_WORK TO COMPLETE_.
The string "development" appears in some lines of the entries that follow; copy each such line.

_EXTRACTED INFORMATION_.
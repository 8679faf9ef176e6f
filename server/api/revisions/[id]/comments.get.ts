import { listComments } from '../../../services/revision-comments'

export default defineEventHandler(async (event) => {
  const member = await requireAction(event, 'design:view')
  const comments = await listComments(useDb(), member.shopId, routeId(event))
  if (!comments) throw notFound('That revision')
  return comments
})
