/**
 * One layer of blocks lying flat (largest face down) inside the tube's inside
 * wall, clear of the pans (which rise into the tube) and of the access
 * openings (which must stay open to reach the pan screws). Free placement
 * with turns, keeping the layout that holds most:
 *  - row stacks (rowLayout) in directions every 3 degrees (6 for oblong
 *    blocks), the best then topped up with single blocks at any turn;
 *  - greedy placement from empty over a fine grid of positions and turns (a
 *    sixteenth of the short side, at most a sixty-fourth of the tube's
 *    radius, at most about 60,000 footprints; turns of 15 degrees), tried
 *    wall first, centre first and row by row (the wall-first order finds
 *    the gaps between pans at the rim);
 *  - bottom-left greedy placement square to directions every 15 degrees,
 *    exact along each row (bottomLeft).
 * Ties go to the layout nearest the centre. Blocks so small that more than
 * MANY would cover the tube's area get row stacks every 15 degrees only.
 */
function layerLayout(r: number, discs: readonly Disc[], long: number, short: number): Box[] {
  const key = [r, long, short, ...discs.flatMap((d) => [d.x, d.y, d.r])].join(' ')
  const hit = LAYER_CACHE.get(key)
  if (hit) return hit
  const eps = 1e-7 * Math.max(r, long)
  let best: Box[] = []
  let bestSpread = Infinity
  const consider = (boxes: Box[]) => {
    const spread = boxes.reduce((t, b) => t + b.x * b.x + b.y * b.y, 0)
    if (boxes.length > best.length || (boxes.length === best.length && spread < bestSpread - eps)) {
      best = boxes
      bestSpread = spread
    }
  }
  // Blocks small beside the tube (more than MANY a layer by area): rows in a few directions are close
  // to the best, and the finer search would cost far more than the figures need (at most 500 blocks).
  const many = (Math.PI * r * r) / (long * short) > MANY
  if (many) {
    for (let a = 0; a < 90; a += 15) consider(rowLayout(r, discs, long, short, (a * Math.PI) / 180, eps))
  } else if (r >= Math.hypot(long, short) / 2 - eps) {
    const span = long === short ? 90 : 180
    const stepDeg = long === short ? 3 : 6
    const rowed: Box[][] = []
    for (let a = 0; a < span; a += stepDeg) rowed.push(rowLayout(r, discs, long, short, (a * Math.PI) / 180, eps))
    rowed.sort((p, q) => q.length - p.length)
    const cands = candidates(r, discs, long, short, eps)
    // Candidates come row by row (y, then x); sorted once more by distance from the centre.
    const rowByRow = Int32Array.from({ length: cands.n }, (_, m) => m)
    const centreFirst = Int32Array.from(Array.from(rowByRow).sort((p, q) => cands.d[p]! - cands.d[q]! || p - q))
    const wallFirst = centreFirst.slice().reverse()
    for (const rows of rowed) consider(rows)
    consider(fill(r, rowed[0]!, cands, wallFirst, long, short, eps))
    for (const order of [wallFirst, centreFirst, rowByRow]) consider(fill(r, [], cands, order, long, short, eps))
    for (let a = 0; a < span; a += 15) consider(bottomLeft(r, discs, long, short, (a * Math.PI) / 180, eps))
  }
  if (LAYER_CACHE.size >= LAYER_CACHE_SIZE) LAYER_CACHE.delete(LAYER_CACHE.keys().next().value!)
  LAYER_CACHE.set(key, best)
  return best
}

/**
 * Lays blocks flat (largest face down) on the plate's top face inside the
 * tube, clear of the pans and the access openings: as many a layer as the
 * free placement in layerLayout finds, each layer on the same spots, the
 * spots nearest the centre filled first. Not a proven optimum packing: a
 * careful shop may fit more, never fewer than the layout says (every spot is
 * checked against the tube, the discs and the other blocks).
 */
export function layoutBlocks(plate: Pick<Plate, 'trunk' | 'rabbets' | 'holes'>, block: BlockSize, count: number, maxLayers: number): BlockLayout {
  const sizes = [block.length, block.width, block.thickness].sort((p, q) => q - p)
  const [long, mid, thick] = sizes as [number, number, number]
  const inner = plate.trunk.innerDiameter / 2
  const discs: Disc[] = [
    ...plate.rabbets.map((r) => ({ x: r.x, y: r.y, r: r.diameter / 2 })),
    ...plate.holes.filter((h) => h.kind === 'access').map((h) => ({ x: h.x, y: h.y, r: h.diameter / 2 })),
  ]
  const layer = [...layerLayout(inner, discs, long, mid)]
  layer.sort((a, b) => Math.hypot(a.x, a.y) - Math.hypot(b.x, b.y) || a.y - b.y || a.x - b.x)
  const perLayer = layer.length
  const capacity = perLayer * maxLayers
  const placed = Math.min(count, capacity)
  const spots: BlockSpot[] = []
  let sumX = 0
  let sumY = 0
  let sumZ = 0
  for (let k = 0; k < placed; k++) {
    const b = layer[k % perLayer]!
    const level = Math.floor(k / perLayer)
    let angle = (Math.atan2(b.s, b.c) * 180) / Math.PI
    if (angle < 0) angle += 180
    if (angle >= 180) angle -= 180
    spots.push({ x: b.x, y: b.y, angle, layer: level, corners: boxCorners(b) })
    sumX += b.x
    sumY += b.y
    sumZ += (level + 0.5) * thick
  }
  return {
    perLayer,
    capacity,
    spots,
    leftOver: count - placed,
    heightAboveTop: placed > 0 ? sumZ / placed : 0,
    x: placed > 0 ? sumX / placed : 0,
    y: placed > 0 ? sumY / placed : 0,
  }
}
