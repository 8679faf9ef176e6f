import { fileName, cutDxf, cutQuerySchema } from '../../../services/exports'

export default defineEventHandler(async (event) => {
  const member = await requireAction(event, 'design:view')
  const query = queryWith(event, cutQuerySchema)
  const { revision, plate } = await revisionPlate(event, member)
  return sendFile(event, cutDxf(plate, query, revision), 'application/dxf', fileName(revision, 'dxf', query.layer))
})
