import { fileName, tubeWrapPdf, tubeWrapQuerySchema } from '../../../services/exports'

export default defineEventHandler(async (event) => {
  const member = await requireAction(event, 'design:view')
  const query = queryWith(event, tubeWrapQuerySchema)
  const { revision, plate } = await revisionPlate(event, member)
  const pdf = await tubeWrapPdf(plate, revision, query, await templateFont())
  return sendFile(event, pdf, 'application/pdf', fileName(revision, 'pdf').replace(/\.pdf$/, '-tube-wrap.pdf'))
})
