import { fileName, templateQuerySchema } from '../../../services/exports'

export default defineEventHandler(async (event) => {
  const member = await requireAction(event, 'design:view')
  const query = queryWith(event, templateQuerySchema)
  const revision = await exportRevision(event, member)
  return sendExport(event, { kind: 'template', revision, query, font: await templateFont() }, `member:${member.userId}`, 'application/pdf', fileName(revision, 'pdf', query.layer))
})
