import { addComment, commentInputSchema } from '../../../services/revision-comments'
import { limit, RATE_LIMITS, takeLimits } from '../../../services/rate-limits'

// Every role may comment: a builder's note on what they found is what the designer needs.
export default defineEventHandler(async (event) => {
  const member = await requireAction(event, 'revision:comment')
  const revisionId = routeId(event)
  const input = await readBodyWith(event, commentInputSchema)
  refuseOverLimit(event, await takeLimits(useDb(), [limit(`comment-by:${member.userId}`, RATE_LIMITS.commentsPerMember)]), 'Many comments in a short time; the comment was not saved')
  const comment = await addComment(useDb(), member, revisionId, input.body)
  if (!comment) throw notFound('That revision')
  setResponseStatus(event, 201)
  return comment
})
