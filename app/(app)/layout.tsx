import Link from 'next/link';
import type { ReactNode } from 'react';
import { SignOutButton } from '@/components/ui/sign-out-button';
import { Wordmark } from '@/components/ui/wordmark';
import { requirePageActor } from '@/lib/auth/session';

export default async function AppLayout({ children }: { children: ReactNode }) {
  const actor = await requirePageActor('/');
  return (
    <div className="flex min-h-dvh flex-col">
      <header className="flex items-center justify-between gap-4 bg-steel px-4 py-2 text-paper">
        <Link href="/" className="min-h-12 content-center">
          <Wordmark className="text-xl" />
        </Link>
        <div className="flex items-center gap-3">
          <span className="hidden text-right leading-tight sm:block">
            <span className="block font-semibold">{actor.name}</span>
            <span className="block text-sm text-vial">{actor.role}</span>
          </span>
          <SignOutButton />
        </div>
      </header>
      <div className="flex-1">{children}</div>
    </div>
  );
}
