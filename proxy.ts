// Every page gets its own CSP nonce. Next reads it from the request's Content-Security-Policy header and puts it on the
// scripts and style elements it renders, which is why every page renders per request (app/layout.tsx).
import { NextResponse, type NextRequest } from 'next/server';
import { createNonce, pagePolicy } from '@/lib/security-headers';

export function proxy(request: NextRequest) {
  const nonce = createNonce();
  const policy = pagePolicy({ nonce, dev: process.env.NODE_ENV === 'development' });
  const headers = new Headers(request.headers);
  headers.set('x-nonce', nonce);
  headers.set('content-security-policy', policy);
  const response = NextResponse.next({ request: { headers } });
  response.headers.set('content-security-policy', policy);
  return response;
}

export const config = {
  matcher: [
    // Not the API: its policy is static (next.config.mjs), and a proxy would buffer upload bodies (cut at 10 MB).
    // Not static files. Router prefetches do pass through: a page response never goes out without its policy.
    '/((?!api/|_next/static/|_next/image|favicon.ico|icon.svg|field-sw.js).*)',
  ],
};
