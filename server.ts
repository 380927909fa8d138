// Levelwire's process: Next.js and socket.io on one HTTP server. Handlers live in lib/realtime.
import { createServer } from 'node:http';
import next from 'next';
import { db } from './db/client';
import { assertProductionSecrets, env } from './lib/env';
import { SOCKET_PATH } from './lib/realtime/contract';
import { attachRealtime } from './lib/realtime/server';
import { startReminderTimer } from './lib/fleet/reminder-timer';
import { startVirtualTechnician } from './lib/session/virtual-technician';

const config = env();
assertProductionSecrets(config);
const dev = config.NODE_ENV !== 'production';
const app = next({ dev, hostname: config.HOST, port: config.PORT });
await app.prepare();

const handle = app.getRequestHandler();
const httpServer = createServer((req, res) => void handle(req, res));
const realtime = attachRealtime(httpServer, { db: db(), secret: config.NEXTAUTH_SECRET });
// Works demo sessions (a virtual seed set) through the same service as a person's commands.
const virtualTechnician = startVirtualTechnician({ db: db(), isWatched: realtime.isWatched });
const stopReminders = startReminderTimer(db(), config.REMINDER_INTERVAL_MINUTES);

if (dev) {
  const upgrade = app.getUpgradeHandler();
  httpServer.on('upgrade', (req, socket, head) => {
    if (!req.url?.startsWith(SOCKET_PATH)) void upgrade(req, socket, head);
  });
}

httpServer.listen(config.PORT, config.HOST, () => {
  console.log(`[levelwire] serving on http://${config.HOST}:${config.PORT} (${dev ? 'development' : 'production'})`);
});

let stopping = false;
async function shutdown(signal: string) {
  if (stopping) return;
  stopping = true;
  console.log(`[levelwire] ${signal}: closing`);
  const timer = setTimeout(() => process.exit(1), 10_000);
  timer.unref();
  stopReminders();
  await virtualTechnician.stop();
  await realtime.close();
  await db().$client.end();
  process.exit(0);
}
process.on('SIGTERM', () => void shutdown('SIGTERM'));
process.on('SIGINT', () => void shutdown('SIGINT'));
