export default function Loading() {
  return <p className="p-6 text-lg text-ink-soft">Loading…</p>;
}
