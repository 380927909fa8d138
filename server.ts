// Levelwire's process: Next.js and socket.io on one HTTP server. Handlers live in lib/realtime.
import { createServer } from 'node:http';
import next from 'next';
import { createDb, db } from './db/client';
import { pinClientAddress } from './lib/auth/client-address';
import { assertProductionSecrets, env } from './lib/env';
import { SOCKET_PATH } from './lib/realtime/contract';
import { attachRealtime } from './lib/realtime/server';
import { startReminderTimer } from './lib/fleet/reminder-timer';
import { startVirtualTechnician } from './lib/session/virtual-technician';

const config = env();
assertProductionSecrets(config);
const dev = config.NODE_ENV !== 'production';
const app = next({ dev, hostname: config.HOST, port: config.PORT });
await app.prepare();

const handle = app.getRequestHandler();
const httpServer = createServer((req, res) => {
  // Sign-in limits count by client address; a client's own X-Forwarded-For is believed only behind TRUSTED_PROXIES.
  pinClientAddress(req, config.TRUSTED_PROXIES);
  void handle(req, res);
});
// Several processes behind a load balancer share rooms through PostgreSQL; the adapter gets its own pool: one
// connection holds LISTEN, the others send each broadcast's NOTIFY. The adapter delivers a broadcast even to this
// process's own sockets only once its NOTIFY has gone, so a small pool queues every broadcast: with 3 connections
// `npm run bench:live` at 1,000 sessions saw seconds of delay to the expert, with 10 about a tenth of a second.
const clusterDb = config.REALTIME_ADAPTER === 'postgres' ? createDb(config.DATABASE_URL, 10) : undefined;
const realtime = attachRealtime(httpServer, { db: db(), secret: config.NEXTAUTH_SECRET, clusterPool: clusterDb?.$client });
// Works demo sessions (a virtual seed set) through the same service as a person's commands.
const virtualTechnician = startVirtualTechnician({ db: db(), isWatched: realtime.isWatched });
const stopReminders = startReminderTimer(db(), config.REMINDER_INTERVAL_MINUTES);

if (dev) {
  const upgrade = app.getUpgradeHandler();
  httpServer.on('upgrade', (req, socket, head) => {
    if (!req.url?.startsWith(SOCKET_PATH)) void upgrade(req, socket, head);
  });
}

httpServer.listen(config.PORT, config.HOST, () => {
  console.log(`[levelwire] serving on http://${config.HOST}:${config.PORT} (${dev ? 'development' : 'production'}, realtime ${config.REALTIME_ADAPTER})`);
});

/**
 * SIGTERM (a deploy, `npm start` stopping): stop taking connections, let the commands in flight commit (new ones
 * are refused as retryable and stay in the clients' outboxes), tell the clients to reconnect, close the sockets,
 * then the database; all within SHUTDOWN_GRACE_SECONDS plus two, or the process exits anyway.
 */
let stopping = false;
async function shutdown(signal: string) {
  if (stopping) return;
  stopping = true;
  const graceMs = config.SHUTDOWN_GRACE_SECONDS * 1000;
  const t0 = performance.now();
  console.log(`[levelwire] ${signal}: closing`);
  const timer = setTimeout(() => {
    console.error('[levelwire] shutdown overran its bound; exiting');
    process.exit(1);
  }, graceMs + 2_000);
  timer.unref();
  const httpClosed = new Promise<void>((resolve) => httpServer.close(() => resolve()));
  httpServer.closeIdleConnections();
  const phases: string[] = [];
  const phase = async (name: string, work: Promise<unknown>) => {
    const p0 = performance.now();
    await work;
    phases.push(`${name} ${Math.round(performance.now() - p0)} ms`);
  };
  stopReminders();
  await phase('demo runner', virtualTechnician.stop());
  let unfinished: string[] = [];
  await phase('commands in flight', realtime.drain(graceMs).then((left) => (unfinished = left)));
  if (unfinished.length) console.error(`[levelwire] still running after the grace: ${unfinished.join('; ')}`);
  await phase('sockets', realtime.close());
  // Requests already being answered finish within what is left of the grace; idle keep-alive connections go now.
  httpServer.closeIdleConnections();
  await phase('requests', Promise.race([httpClosed, new Promise((r) => setTimeout(r, Math.max(0, graceMs - (performance.now() - t0))))]));
  httpServer.closeAllConnections();
  console.log(`[levelwire] phases: ${phases.join(', ')}`);
  // A pool's end waits for every client it lent out; the adapter never gives back a LISTEN client that PostgreSQL cut,
  // so the wait is bounded (the process exits just after and the server side closes what is left).
  const pools = Promise.all([clusterDb?.$client.end().catch(() => undefined), db().$client.end().catch(() => undefined)]);
  await phase('database', Promise.race([pools, new Promise((r) => setTimeout(r, 1_000))]));
  console.log(`[levelwire] closed in ${Math.round(performance.now() - t0)} ms (${phases.join(', ')})`);
  process.exit(0);
}
process.on('SIGTERM', () => void shutdown('SIGTERM'));
process.on('SIGINT', () => void shutdown('SIGINT'));
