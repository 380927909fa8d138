import type { Metadata } from 'next';
import { notFound } from 'next/navigation';
import { z } from 'zod';
import { db } from '@/db/client';
import { listSites } from '@/db/queries/customers';
import { getMachineHistory } from '@/db/queries/history';
import { getMachine } from '@/db/queries/machines';
import { MachineForm } from '@/components/fleet/machine-form';
import { MachineHistory } from '@/components/fleet/machine-history';
import { can } from '@/lib/auth/policy';
import { requirePageActor } from '@/lib/auth/session';
import { todayUtc } from '@/lib/dates';

export const metadata: Metadata = { title: 'Machine' };

export default async function MachinePage({ params }: { params: Promise<{ id: string }> }) {
  const { id } = await params;
  const actor = await requirePageActor(`/fleet/machines/${id}`);
  if (!z.uuid().safeParse(id).success) notFound();
  const [machine, sites, history] = await Promise.all([
    getMachine(db(), { organisationId: actor.organisationId, id }),
    listSites(db(), { organisationId: actor.organisationId }),
    getMachineHistory(db(), {
      organisationId: actor.organisationId,
      machineId: id,
      viewer: { id: actor.id, readsAll: actor.role === 'reviewer' || actor.role === 'admin' },
      today: todayUtc(new Date()),
    }),
  ]);
  if (!machine || !history) notFound();
  const mayWrite = can(actor, 'fleet:write');
  const form = {
    ...machine,
    screws: machine.screws.map((s) => ({
      label: s.label,
      kind: s.kind,
      xMm: s.xMm,
      yMm: s.yMm,
      thread: s.threadTpi ? { unit: 'tpi' as const, value: s.threadTpi } : { unit: 'mm' as const, value: s.pitchMm },
      liftPerTurnMm: s.liftPerTurnMm,
      specHeightMm: s.specHeightMm,
    })),
  };
  return (
    <main className="mx-auto grid max-w-6xl grid-cols-[minmax(0,1fr)] gap-4 p-4 sm:p-6">
      <div>
        <p className="text-sm font-semibold uppercase tracking-wide text-ink-soft">
          {machine.site.customer.name} · {machine.site.name}
        </p>
        <h1 className="text-2xl font-bold">
          {machine.model} <span className="tabular text-ink-soft">{machine.serial}</span>
        </h1>
        {machine.site.floorNotes && <p className="mt-1 max-w-3xl text-ink-soft">Floor: {machine.site.floorNotes}</p>}
      </div>
      <MachineHistory
        rows={history.rows}
        series={history.series}
        due={history.due}
        checkIntervalMonths={history.machine.checkIntervalMonths}
        unitSystem={actor.unitSystem}
        mayImport={can(actor, 'session:import')}
      />
      <MachineForm unitSystem={actor.unitSystem} sites={sites} machine={form} readOnly={!mayWrite} />
    </main>
  );
}
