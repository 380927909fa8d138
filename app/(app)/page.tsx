import Link from 'next/link';
import { db } from '@/db/client';
import { listMachinesByOrganisation } from '@/db/queries/machines';
import { listSessionsByOrganisation } from '@/db/queries/sessions';
import { can } from '@/lib/auth/policy';
import { requirePageActor } from '@/lib/auth/session';
import { OpenSessionButton } from '@/components/session/open-session-button';

export const dynamic = 'force-dynamic';

const stateLabel: Record<string, string> = {
  planned: 'Planned',
  live: 'Live',
  ended: 'Ended',
  in_review: 'In review',
  approved: 'Approved',
  returned: 'Returned',
};

export default async function HomePage() {
  const actor = await requirePageActor('/');
  const [machines, sessions] = await Promise.all([
    listMachinesByOrganisation(db(), { organisationId: actor.organisationId }),
    listSessionsByOrganisation(db(), { organisationId: actor.organisationId }),
  ]);
  const mayOpen = can(actor, 'session:open');

  return (
    <main className="mx-auto grid max-w-5xl gap-8 p-4 sm:p-6">
      <section aria-labelledby="machines-h">
        <h1 id="machines-h" className="text-2xl font-bold">
          Machines
        </h1>
        <ul className="mt-3 grid gap-3">
          {machines.map((m) => (
            <li key={m.id} className="flex flex-wrap items-center justify-between gap-3 rounded-xl border-2 border-rule bg-card p-4">
              <div>
                <p className="text-lg font-bold">{m.model}</p>
                <p className="text-ink-soft">
                  {m.site.customer.name} · {m.site.name} · serial <span className="tabular">{m.serial}</span> · {m.screws.length} leveling screws
                </p>
              </div>
              {mayOpen && <OpenSessionButton machineId={m.id} />}
            </li>
          ))}
        </ul>
      </section>

      <section aria-labelledby="sessions-h">
        <h2 id="sessions-h" className="text-2xl font-bold">
          Sessions
        </h2>
        {sessions.length === 0 ? (
          <p className="mt-3 text-ink-soft">No sessions yet.{mayOpen ? ' Open one from a machine above.' : ''}</p>
        ) : (
          <ul className="mt-3 grid gap-2">
            {sessions.map((s) => (
              <li key={s.id}>
                <Link
                  href={`/sessions/${s.id}`}
                  className="flex min-h-14 flex-wrap items-center justify-between gap-2 rounded-xl border-2 border-rule bg-card px-4 py-2 hover:border-spirit"
                >
                  <span>
                    <span className="font-bold">{s.machineModel}</span>
                    <span className="text-ink-soft"> · {s.customerName} · {s.technicianName}</span>
                  </span>
                  <span className="flex items-center gap-3">
                    <span className="tabular text-sm text-ink-soft">{s.createdAt.toISOString().slice(0, 16).replace('T', ' ')} UTC</span>
                    <span className={`rounded-full px-3 py-1 text-sm font-bold ${s.state === 'live' ? 'bg-vial text-ink' : 'bg-rule'}`}>
                      {stateLabel[s.state]}
                    </span>
                  </span>
                </Link>
              </li>
            ))}
          </ul>
        )}
      </section>
    </main>
  );
}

_RESPONSE AREA_.
  const policy = pagePolicy({ nonce, dev: process.env.NODE_ENV === 'development' });
  console.log(`[levelwire] serving on http://${config.HOST}:${config.PORT} (${dev ? 'development' : 'production'})`);
  console.log(`[levelwire] serving on http://${config.HOST}:${config.PORT} (${dev ? 'development' : 'production'}, realtime ${config.REALTIME_ADAPTER})`);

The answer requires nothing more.